The output should be all entries, each matching the original exactly.
# # # # # # #
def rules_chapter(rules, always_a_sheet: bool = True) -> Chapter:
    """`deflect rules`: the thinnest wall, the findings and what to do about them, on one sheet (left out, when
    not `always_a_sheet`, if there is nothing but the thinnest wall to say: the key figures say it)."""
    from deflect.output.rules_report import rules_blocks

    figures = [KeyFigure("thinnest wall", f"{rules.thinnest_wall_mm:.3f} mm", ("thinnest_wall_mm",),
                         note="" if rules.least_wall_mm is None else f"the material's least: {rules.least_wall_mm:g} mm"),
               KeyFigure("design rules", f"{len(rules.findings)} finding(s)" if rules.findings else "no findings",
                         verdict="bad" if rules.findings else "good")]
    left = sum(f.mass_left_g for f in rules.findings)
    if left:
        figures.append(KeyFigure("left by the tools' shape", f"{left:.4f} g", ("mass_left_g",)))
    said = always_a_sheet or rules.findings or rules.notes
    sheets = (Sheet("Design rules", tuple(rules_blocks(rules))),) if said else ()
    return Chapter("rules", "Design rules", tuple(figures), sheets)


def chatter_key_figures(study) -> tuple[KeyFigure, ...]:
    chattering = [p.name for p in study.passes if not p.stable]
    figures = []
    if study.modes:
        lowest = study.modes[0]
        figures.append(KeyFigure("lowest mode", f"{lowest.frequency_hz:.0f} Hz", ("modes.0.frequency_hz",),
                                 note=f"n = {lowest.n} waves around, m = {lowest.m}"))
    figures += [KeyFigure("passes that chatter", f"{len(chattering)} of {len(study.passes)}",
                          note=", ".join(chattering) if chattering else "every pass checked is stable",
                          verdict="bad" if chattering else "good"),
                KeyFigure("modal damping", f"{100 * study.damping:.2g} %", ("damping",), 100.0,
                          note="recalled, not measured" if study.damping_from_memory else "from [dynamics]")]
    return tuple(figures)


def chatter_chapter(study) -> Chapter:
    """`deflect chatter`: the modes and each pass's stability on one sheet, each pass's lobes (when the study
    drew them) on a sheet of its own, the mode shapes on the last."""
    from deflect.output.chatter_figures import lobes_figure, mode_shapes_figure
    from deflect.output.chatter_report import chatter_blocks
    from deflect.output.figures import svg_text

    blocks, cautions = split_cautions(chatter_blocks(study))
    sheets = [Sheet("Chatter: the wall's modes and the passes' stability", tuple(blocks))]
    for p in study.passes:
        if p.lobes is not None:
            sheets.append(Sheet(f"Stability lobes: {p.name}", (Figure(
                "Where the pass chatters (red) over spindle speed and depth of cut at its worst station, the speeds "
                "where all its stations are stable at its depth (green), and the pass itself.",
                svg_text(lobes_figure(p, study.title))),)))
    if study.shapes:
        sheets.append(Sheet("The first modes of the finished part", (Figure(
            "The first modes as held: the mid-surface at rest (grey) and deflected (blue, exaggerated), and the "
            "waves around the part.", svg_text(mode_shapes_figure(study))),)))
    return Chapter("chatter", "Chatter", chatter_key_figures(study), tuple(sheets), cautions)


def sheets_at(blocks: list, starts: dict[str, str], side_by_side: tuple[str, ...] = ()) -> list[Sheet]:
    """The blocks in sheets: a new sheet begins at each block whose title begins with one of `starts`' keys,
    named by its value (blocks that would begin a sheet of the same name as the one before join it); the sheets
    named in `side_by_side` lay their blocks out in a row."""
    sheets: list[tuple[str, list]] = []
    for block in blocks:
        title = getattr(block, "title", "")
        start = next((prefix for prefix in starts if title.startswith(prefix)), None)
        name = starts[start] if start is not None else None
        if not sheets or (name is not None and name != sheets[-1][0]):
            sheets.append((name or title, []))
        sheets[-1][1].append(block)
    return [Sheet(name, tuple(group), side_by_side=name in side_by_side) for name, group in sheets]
# # # # # # #
*EXERCISE RESPONSE*.
def rules_chapter(rules, always_a_sheet: bool = True) -> Chapter:
    """`deflect rules`: the thinnest wall, the findings and what to do about them, on one sheet (left out, when
    not `always_a_sheet`, if there is nothing but the thinnest wall to say: the key figures say it)."""
    from deflect.output.rules_report import rules_blocks

    figures = [KeyFigure("thinnest wall", f"{rules.thinnest_wall_mm:.3f} mm", ("thinnest_wall_mm",),
                         note="" if rules.least_wall_mm is None else f"the material's least: {rules.least_wall_mm:g} mm"),
               KeyFigure("design rules", f"{len(rules.findings)} finding(s)" if rules.findings else "no findings",
                         verdict="bad" if rules.findings else "good")]
    left = sum(f.mass_left_g for f in rules.findings)
    if left:
        figures.append(KeyFigure("left by the tools' shape", f"{left:.4f} g", ("mass_left_g",)))
    said = always_a_sheet or rules.findings or rules.notes
    sheets = (Sheet("Design rules", tuple(rules_blocks(rules))),) if said else ()
    return Chapter("rules", "Design rules", tuple(figures), sheets)


def chatter_key_figures(study) -> tuple[KeyFigure, ...]:
    chattering = [p.name for p in study.passes if not p.stable]
    figures = []
    if study.modes:
        lowest = study.modes[0]
        figures.append(KeyFigure("lowest mode", f"{lowest.frequency_hz:.0f} Hz", ("modes.0.frequency_hz",),
                                 note=f"n = {lowest.n} waves around, m = {lowest.m}"))
    figures += [KeyFigure("passes that chatter", f"{len(chattering)} of {len(study.passes)}",
                          note=", ".join(chattering) if chattering else "every pass checked is stable",
                          verdict="bad" if chattering else "good"),
                KeyFigure("modal damping", f"{100 * study.damping:.2g} %", ("damping",), 100.0,
                          note="recalled, not measured" if study.damping_from_memory else "from [dynamics]")]
    return tuple(figures)


def chatter_chapter(study) -> Chapter:
    """`deflect chatter`: the modes and each pass's stability on one sheet, each pass's lobes (when the study
    drew them) on a sheet of its own, the mode shapes on the last."""
    from deflect.output.chatter_figures import lobes_figure, mode_shapes_figure
    from deflect.output.chatter_report import chatter_blocks
    from deflect.output.figures import svg_text

    blocks, cautions = split_cautions(chatter_blocks(study))
    sheets = [Sheet("Chatter: the wall's modes and the passes' stability", tuple(blocks))]
    for p in study.passes:
        if p.lobes is not None:
            sheets.append(Sheet(f"Stability lobes: {p.name}", (Figure(
                "Where the pass chatters (red) over spindle speed and depth of cut at its worst station, the speeds "
                "where all its stations are stable at its depth (green), and the pass itself.",
                svg_text(lobes_figure(p, study.title))),)))
    if study.shapes:
        sheets.append(Sheet("The first modes of the finished part", (Figure(
            "The first modes as held: the mid-surface at rest (grey) and deflected (blue, exaggerated), and the "
            "waves around the part.", svg_text(mode_shapes_figure(study))),)))
    return Chapter("chatter", "Chatter", chatter_key_figures(study), tuple(sheets), cautions)


def sheets_at(blocks: list, starts: dict[str, str], side_by_side: tuple[str, ...] = ()) -> list[Sheet]:
    """The blocks in sheets: a new sheet begins at each block whose title begins with one of `starts`' keys,
    named by its value (blocks that would begin a sheet of the same name as the one before join it); the sheets
    named in `side_by_side` lay their blocks out in a row."""
    sheets: list[tuple[str, list]] = []
    for block in blocks:
        title = getattr(block, "title", "")
        start = next((prefix for prefix in starts if title.startswith(prefix)), None)
        name = starts[start] if start is not None else None
        if not sheets or (name is not None and name != sheets[-1][0]):
            sheets.append((name or title, []))
        sheets[-1][1].append(block)
    return [Sheet(name, tuple(group), side_by_side=name in side_by_side) for name, group in sheets]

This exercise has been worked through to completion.